(Items listed in a dataset)
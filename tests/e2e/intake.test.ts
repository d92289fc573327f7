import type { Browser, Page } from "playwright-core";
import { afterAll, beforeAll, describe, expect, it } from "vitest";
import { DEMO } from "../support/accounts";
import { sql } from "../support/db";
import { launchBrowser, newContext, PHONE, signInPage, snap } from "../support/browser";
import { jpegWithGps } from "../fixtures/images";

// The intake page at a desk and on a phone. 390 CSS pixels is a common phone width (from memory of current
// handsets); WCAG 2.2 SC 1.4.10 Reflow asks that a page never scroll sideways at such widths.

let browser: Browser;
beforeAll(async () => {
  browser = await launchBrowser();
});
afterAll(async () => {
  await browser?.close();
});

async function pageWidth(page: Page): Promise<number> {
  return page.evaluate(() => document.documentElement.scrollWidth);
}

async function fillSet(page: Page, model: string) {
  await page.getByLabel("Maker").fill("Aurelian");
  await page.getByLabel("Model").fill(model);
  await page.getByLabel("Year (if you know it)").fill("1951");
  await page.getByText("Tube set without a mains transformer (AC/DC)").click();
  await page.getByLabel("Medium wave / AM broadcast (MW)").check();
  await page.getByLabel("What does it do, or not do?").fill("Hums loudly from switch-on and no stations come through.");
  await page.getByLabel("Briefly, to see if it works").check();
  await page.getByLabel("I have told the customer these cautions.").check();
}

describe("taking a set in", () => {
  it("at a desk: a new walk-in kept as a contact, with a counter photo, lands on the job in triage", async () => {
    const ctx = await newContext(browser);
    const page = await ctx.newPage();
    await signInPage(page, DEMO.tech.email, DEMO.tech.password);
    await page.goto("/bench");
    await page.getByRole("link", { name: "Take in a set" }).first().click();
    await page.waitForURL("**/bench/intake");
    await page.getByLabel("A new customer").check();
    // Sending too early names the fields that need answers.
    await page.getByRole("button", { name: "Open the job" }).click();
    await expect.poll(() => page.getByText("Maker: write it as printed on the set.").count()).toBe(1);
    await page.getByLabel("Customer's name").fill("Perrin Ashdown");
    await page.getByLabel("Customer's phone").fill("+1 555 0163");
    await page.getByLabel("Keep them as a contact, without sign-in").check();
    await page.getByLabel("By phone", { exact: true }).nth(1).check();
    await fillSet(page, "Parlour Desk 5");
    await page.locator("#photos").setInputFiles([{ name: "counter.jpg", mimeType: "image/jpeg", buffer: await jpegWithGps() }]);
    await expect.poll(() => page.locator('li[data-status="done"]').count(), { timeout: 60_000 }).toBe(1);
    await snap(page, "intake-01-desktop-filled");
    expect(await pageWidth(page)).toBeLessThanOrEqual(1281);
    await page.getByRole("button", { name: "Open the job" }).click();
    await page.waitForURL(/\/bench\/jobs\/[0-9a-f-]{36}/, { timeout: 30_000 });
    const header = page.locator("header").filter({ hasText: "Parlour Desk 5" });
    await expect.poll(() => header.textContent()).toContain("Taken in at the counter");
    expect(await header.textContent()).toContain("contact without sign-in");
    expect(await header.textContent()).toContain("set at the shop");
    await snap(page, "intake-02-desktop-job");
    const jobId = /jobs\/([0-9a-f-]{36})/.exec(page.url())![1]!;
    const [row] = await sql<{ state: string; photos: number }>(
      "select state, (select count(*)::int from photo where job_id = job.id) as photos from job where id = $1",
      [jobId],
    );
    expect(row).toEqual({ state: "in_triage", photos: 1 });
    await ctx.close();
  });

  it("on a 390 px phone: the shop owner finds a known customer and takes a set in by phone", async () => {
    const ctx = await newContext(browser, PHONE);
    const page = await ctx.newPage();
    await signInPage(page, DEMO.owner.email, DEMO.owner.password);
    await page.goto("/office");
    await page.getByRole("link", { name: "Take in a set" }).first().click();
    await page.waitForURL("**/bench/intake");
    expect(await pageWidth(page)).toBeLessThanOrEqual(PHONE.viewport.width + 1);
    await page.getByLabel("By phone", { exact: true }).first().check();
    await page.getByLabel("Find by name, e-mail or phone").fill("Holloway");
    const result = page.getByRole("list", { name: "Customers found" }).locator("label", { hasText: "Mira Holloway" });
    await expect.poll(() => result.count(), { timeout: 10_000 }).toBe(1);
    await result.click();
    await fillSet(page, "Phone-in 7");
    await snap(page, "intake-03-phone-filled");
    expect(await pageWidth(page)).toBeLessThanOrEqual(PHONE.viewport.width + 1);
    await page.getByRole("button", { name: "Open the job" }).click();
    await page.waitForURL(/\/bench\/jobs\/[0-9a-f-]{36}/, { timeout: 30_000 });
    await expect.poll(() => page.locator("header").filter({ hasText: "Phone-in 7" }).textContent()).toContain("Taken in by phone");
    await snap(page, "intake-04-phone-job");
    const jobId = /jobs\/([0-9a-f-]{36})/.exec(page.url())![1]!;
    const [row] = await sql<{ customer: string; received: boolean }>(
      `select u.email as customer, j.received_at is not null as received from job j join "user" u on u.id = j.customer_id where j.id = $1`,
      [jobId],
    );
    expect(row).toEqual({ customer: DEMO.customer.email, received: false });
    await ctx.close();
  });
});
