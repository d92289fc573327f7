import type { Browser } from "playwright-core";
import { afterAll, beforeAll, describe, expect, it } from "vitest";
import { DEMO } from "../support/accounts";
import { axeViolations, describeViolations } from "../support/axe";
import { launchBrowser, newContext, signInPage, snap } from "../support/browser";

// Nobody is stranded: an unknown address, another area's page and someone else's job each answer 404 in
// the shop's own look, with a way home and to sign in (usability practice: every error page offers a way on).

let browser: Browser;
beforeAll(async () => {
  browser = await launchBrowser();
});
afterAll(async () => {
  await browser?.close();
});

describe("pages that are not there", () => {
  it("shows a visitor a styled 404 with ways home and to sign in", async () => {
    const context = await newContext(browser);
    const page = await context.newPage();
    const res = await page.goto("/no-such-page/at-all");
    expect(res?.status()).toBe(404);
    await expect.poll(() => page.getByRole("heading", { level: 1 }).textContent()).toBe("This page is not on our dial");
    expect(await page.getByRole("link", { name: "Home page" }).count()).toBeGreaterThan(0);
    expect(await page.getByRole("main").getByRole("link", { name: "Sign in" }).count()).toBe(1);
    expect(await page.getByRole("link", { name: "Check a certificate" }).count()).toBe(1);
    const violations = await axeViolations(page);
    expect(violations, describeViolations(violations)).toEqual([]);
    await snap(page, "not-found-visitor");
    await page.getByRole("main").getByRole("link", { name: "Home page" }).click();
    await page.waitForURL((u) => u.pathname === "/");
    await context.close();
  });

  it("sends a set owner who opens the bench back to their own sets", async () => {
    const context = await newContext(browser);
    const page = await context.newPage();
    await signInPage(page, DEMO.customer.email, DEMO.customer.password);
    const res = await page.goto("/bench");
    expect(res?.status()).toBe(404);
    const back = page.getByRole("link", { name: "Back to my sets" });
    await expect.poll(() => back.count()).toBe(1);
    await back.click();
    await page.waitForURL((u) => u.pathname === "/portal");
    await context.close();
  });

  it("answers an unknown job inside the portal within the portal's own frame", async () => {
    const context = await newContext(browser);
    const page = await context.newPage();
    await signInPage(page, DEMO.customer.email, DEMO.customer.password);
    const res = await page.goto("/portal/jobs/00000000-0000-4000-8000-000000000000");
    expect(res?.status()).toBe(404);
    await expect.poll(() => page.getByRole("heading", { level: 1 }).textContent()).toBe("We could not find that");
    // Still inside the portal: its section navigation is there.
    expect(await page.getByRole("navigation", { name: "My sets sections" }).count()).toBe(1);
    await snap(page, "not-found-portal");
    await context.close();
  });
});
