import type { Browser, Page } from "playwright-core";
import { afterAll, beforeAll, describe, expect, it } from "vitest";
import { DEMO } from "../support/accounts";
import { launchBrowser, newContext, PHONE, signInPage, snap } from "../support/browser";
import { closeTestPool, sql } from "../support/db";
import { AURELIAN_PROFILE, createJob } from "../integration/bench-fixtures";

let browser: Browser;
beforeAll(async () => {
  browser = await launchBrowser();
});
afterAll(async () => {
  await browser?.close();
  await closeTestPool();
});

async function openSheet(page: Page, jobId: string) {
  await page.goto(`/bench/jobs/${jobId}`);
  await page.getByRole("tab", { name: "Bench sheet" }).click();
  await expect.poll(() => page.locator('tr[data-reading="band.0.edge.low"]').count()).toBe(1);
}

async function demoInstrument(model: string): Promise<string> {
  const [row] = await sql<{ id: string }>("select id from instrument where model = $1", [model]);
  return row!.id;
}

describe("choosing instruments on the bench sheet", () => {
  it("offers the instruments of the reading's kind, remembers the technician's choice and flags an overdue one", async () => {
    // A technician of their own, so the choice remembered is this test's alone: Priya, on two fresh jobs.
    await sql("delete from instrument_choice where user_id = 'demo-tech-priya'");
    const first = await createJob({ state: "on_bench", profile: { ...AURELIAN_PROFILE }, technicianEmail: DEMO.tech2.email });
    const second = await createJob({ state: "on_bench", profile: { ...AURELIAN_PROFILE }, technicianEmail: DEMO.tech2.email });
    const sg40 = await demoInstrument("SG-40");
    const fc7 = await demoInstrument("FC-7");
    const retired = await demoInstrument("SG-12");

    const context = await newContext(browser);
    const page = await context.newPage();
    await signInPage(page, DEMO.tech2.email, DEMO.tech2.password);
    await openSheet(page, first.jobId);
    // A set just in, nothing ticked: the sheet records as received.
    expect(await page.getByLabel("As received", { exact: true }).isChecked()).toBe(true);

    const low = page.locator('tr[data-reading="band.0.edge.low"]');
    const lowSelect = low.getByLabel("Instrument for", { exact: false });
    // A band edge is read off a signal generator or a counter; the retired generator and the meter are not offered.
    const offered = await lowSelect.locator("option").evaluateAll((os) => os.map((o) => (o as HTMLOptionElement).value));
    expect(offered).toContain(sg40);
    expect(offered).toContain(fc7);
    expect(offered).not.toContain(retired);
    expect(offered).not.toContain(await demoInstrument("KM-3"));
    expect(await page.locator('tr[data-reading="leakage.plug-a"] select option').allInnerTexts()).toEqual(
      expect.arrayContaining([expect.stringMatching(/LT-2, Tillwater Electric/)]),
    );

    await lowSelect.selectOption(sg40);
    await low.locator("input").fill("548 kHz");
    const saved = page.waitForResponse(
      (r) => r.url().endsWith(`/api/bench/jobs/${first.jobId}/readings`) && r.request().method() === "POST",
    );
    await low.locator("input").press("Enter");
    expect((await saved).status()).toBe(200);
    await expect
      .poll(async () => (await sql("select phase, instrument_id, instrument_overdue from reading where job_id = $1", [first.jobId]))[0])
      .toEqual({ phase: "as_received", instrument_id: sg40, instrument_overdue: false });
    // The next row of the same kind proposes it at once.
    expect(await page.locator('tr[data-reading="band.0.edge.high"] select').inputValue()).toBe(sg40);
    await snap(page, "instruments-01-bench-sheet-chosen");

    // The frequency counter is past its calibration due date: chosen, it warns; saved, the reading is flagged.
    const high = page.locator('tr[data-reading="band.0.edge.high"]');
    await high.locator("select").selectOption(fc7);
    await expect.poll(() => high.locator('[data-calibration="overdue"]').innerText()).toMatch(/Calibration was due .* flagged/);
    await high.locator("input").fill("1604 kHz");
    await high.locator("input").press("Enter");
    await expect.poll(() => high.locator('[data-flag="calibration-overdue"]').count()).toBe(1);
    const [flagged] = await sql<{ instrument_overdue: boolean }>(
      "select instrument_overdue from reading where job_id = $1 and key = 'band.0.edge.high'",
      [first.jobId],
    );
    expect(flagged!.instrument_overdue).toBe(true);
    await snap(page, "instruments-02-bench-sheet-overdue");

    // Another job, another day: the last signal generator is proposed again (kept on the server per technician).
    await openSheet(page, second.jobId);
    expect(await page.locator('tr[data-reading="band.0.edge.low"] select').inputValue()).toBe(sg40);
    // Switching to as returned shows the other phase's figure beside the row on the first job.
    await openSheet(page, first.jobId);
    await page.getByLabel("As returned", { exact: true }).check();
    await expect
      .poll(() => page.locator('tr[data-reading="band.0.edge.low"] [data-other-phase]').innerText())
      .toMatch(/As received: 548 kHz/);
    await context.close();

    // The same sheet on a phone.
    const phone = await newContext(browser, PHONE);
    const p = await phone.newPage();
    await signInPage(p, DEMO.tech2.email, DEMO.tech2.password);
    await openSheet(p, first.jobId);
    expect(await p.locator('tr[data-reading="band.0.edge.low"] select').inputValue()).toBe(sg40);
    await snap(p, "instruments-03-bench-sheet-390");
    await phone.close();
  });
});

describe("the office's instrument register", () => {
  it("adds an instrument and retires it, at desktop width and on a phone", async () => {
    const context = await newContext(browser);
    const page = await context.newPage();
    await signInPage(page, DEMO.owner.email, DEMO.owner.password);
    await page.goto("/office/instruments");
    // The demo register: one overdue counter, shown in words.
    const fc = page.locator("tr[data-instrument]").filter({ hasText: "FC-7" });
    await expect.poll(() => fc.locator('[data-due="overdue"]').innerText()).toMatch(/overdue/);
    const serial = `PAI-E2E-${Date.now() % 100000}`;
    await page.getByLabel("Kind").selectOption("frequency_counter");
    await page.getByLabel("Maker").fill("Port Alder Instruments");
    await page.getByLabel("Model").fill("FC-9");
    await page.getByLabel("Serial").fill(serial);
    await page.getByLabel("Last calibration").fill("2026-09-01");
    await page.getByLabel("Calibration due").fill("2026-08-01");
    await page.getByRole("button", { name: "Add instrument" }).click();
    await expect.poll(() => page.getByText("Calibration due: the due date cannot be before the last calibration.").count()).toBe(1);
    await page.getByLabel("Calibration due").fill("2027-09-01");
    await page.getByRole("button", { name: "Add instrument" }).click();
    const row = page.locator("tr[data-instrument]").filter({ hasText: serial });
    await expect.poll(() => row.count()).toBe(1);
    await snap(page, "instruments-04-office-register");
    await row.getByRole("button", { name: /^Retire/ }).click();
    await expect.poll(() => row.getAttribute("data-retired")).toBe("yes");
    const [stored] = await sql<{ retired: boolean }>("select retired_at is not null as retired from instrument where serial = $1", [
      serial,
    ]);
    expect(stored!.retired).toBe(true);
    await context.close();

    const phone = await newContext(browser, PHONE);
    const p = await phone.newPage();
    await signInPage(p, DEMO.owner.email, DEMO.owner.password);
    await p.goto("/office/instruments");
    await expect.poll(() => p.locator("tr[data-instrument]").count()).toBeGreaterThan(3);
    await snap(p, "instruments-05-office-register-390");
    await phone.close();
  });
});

## WHAT IS EXPECTED
Based on the entries above, please count how many lines contain the string "true", and reply with the figure only.

## RESULT OF THE TASK
6